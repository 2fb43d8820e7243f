package iridepth.photo;

import java.nio.ByteBuffer;
import java.nio.charset.StandardCharsets;
import java.util.LinkedHashMap;
import java.util.Map;

/** Writes ICC profiles byte by byte, ICC.1:2022 section 7. */
final class ProfileBytes {

    private final Map<String, byte[]> tags = new LinkedHashMap<>();
    private final String kind;
    private final String space;
    private final String connection;

    ProfileBytes(String kind, String space, String connection) {
        this.kind = kind;
        this.space = space;
        this.connection = connection;
    }

    /** An RGB display profile with the colorants of sRGB in D50, as in the widely used sRGB profiles. */
    static ProfileBytes rgb(byte[] curve) {
        return new ProfileBytes("mntr", "RGB ", "XYZ ").tag("rXYZ", xyz(0.43607, 0.22249, 0.01392))
                .tag("gXYZ", xyz(0.38515, 0.71687, 0.09708)).tag("bXYZ", xyz(0.14307, 0.06061, 0.71410))
                .tag("wtpt", xyz(0.9642, 1, 0.8249)).tag("rTRC", curve).tag("gTRC", curve).tag("bTRC", curve);
    }

    static ProfileBytes grey(byte[] curve) {
        return new ProfileBytes("mntr", "GRAY", "XYZ ").tag("wtpt", xyz(0.9642, 1, 0.8249)).tag("kTRC", curve);
    }

    ProfileBytes tag(String name, byte[] content) {
        tags.put(name, content);
        return this;
    }

    ProfileBytes without(String name) {
        tags.remove(name);
        return this;
    }

    static byte[] xyz(double x, double y, double z) {
        return fixed("XYZ ", x, y, z);
    }

    /** A tag of s15Fixed16 numbers. */
    static byte[] fixed(String type, double... values) {
        ByteBuffer buffer = ByteBuffer.allocate(8 + 4 * values.length).put(type.getBytes(StandardCharsets.US_ASCII)).putInt(0);
        for (double value : values) {
            buffer.putInt((int) Math.round(value * 65536));
        }
        return buffer.array();
    }

    static byte[] sampled(int... values) {
        ByteBuffer buffer = ByteBuffer.allocate(12 + Math.max(2, 2 * values.length))
                .put("curv".getBytes(StandardCharsets.US_ASCII)).putInt(0).putInt(values.length);
        for (int value : values) {
            buffer.putShort((short) value);
        }
        return buffer.array();
    }

    static byte[] parametric(int type, double... values) {
        ByteBuffer buffer = ByteBuffer.allocate(12 + 4 * values.length).put("para".getBytes(StandardCharsets.US_ASCII))
                .putInt(0).putShort((short) type).putShort((short) 0);
        for (double value : values) {
            buffer.putInt((int) Math.round(value * 65536));
        }
        return buffer.array();
    }

    byte[] build() {
        int size = 132 + 12 * tags.size() + tags.values().stream().mapToInt(tag -> tag.length + 3 & ~3).sum();
        ByteBuffer profile = ByteBuffer.allocate(size);
        profile.putInt(0, size).putInt(8, 0x04300000);
        name(profile, 12, kind);
        name(profile, 16, space);
        name(profile, 20, connection);
        name(profile, 36, "acsp");
        profile.putInt(68, 63190).putInt(72, 65536).putInt(76, 54061);
        profile.putInt(128, tags.size());
        int entry = 132;
        int at = 132 + 12 * tags.size();
        for (Map.Entry<String, byte[]> tag : tags.entrySet()) {
            name(profile, entry, tag.getKey());
            profile.putInt(entry + 4, at).putInt(entry + 8, tag.getValue().length);
            profile.put(at, tag.getValue());
            entry += 12;
            at += tag.getValue().length + 3 & ~3;
        }
        return profile.array();
    }

    private static void name(ByteBuffer profile, int at, String name) {
        profile.put(at, name.getBytes(StandardCharsets.US_ASCII));
    }
}
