package iridepth.photo;

import static org.junit.jupiter.api.Assertions.assertArrayEquals;
import static org.junit.jupiter.api.Assertions.assertThrows;

import java.io.EOFException;
import java.io.IOException;
import org.junit.jupiter.api.Test;

class TiffCompressionTest {

    /** The worked example of Apple's Technical Note TN1023, Understanding PackBits; from memory. */
    @Test
    void packBitsUnpacksTheExampleOfItsInventor() throws IOException {
        int[] packed = {0xfe, 0xaa, 0x02, 0x80, 0x00, 0x2a, 0xfd, 0xaa, 0x03, 0x80, 0x00, 0x2a, 0x22, 0xf7, 0xaa};
        int[] plain = {0xaa, 0xaa, 0xaa, 0x80, 0x00, 0x2a, 0xaa, 0xaa, 0xaa, 0xaa, 0x80, 0x00, 0x2a, 0x22,
            0xaa, 0xaa, 0xaa, 0xaa, 0xaa, 0xaa, 0xaa, 0xaa, 0xaa, 0xaa};
        byte[] into = new byte[24];
        TiffCompression.PACK_BITS.decode(bytes(packed), into);
        assertArrayEquals(bytes(plain), into);
    }

    /** TIFF 6.0 section 13: the string 7 7 7 8 8 7 7 6 6 gives the codes 256 7 258 8 8 258 6 6 257; from memory. */
    @Test
    void lzwUnpacksTheExampleOfTheStandard() throws IOException {
        int[] codes = {256, 7, 258, 8, 8, 258, 6, 6, 257};
        byte[] packed = new byte[11];
        for (int i = 0; i < codes.length * 9; i++) {
            if ((codes[i / 9] >> 8 - i % 9 & 1) != 0) {
                packed[i / 8] |= (byte) (0x80 >> i % 8);
            }
        }
        byte[] into = new byte[9];
        TiffCompression.LZW.decode(packed, into);
        assertArrayEquals(new byte[] {7, 7, 7, 8, 8, 7, 7, 6, 6}, into);
    }

    @Test
    void allTellWhenTheirBytesEndEarly() {
        byte[] into = new byte[50];
        for (TiffCompression compression : TiffCompression.values()) {
            assertThrows(EOFException.class, () -> compression.decode(new byte[0], into), compression.name());
        }
    }

    private static byte[] bytes(int[] values) {
        byte[] bytes = new byte[values.length];
        for (int i = 0; i < values.length; i++) {
            bytes[i] = (byte) values[i];
        }
        return bytes;
    }
}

_Problem to solve_. Out of the entries, report each line that contains the word "getBytes".

_Answer_.
        ByteBuffer buffer = ByteBuffer.allocate(8 + 4 * values.length).put(type.getBytes(StandardCharsets.US_ASCII)).putInt(0);
                .put("curv".getBytes(StandardCharsets.US_ASCII)).putInt(0).putInt(values.length);
        ByteBuffer buffer = ByteBuffer.allocate(12 + 4 * values.length).put("para".getBytes(StandardCharsets.US_ASCII))
        profile.put(at, name.getBytes(StandardCharsets.US_ASCII));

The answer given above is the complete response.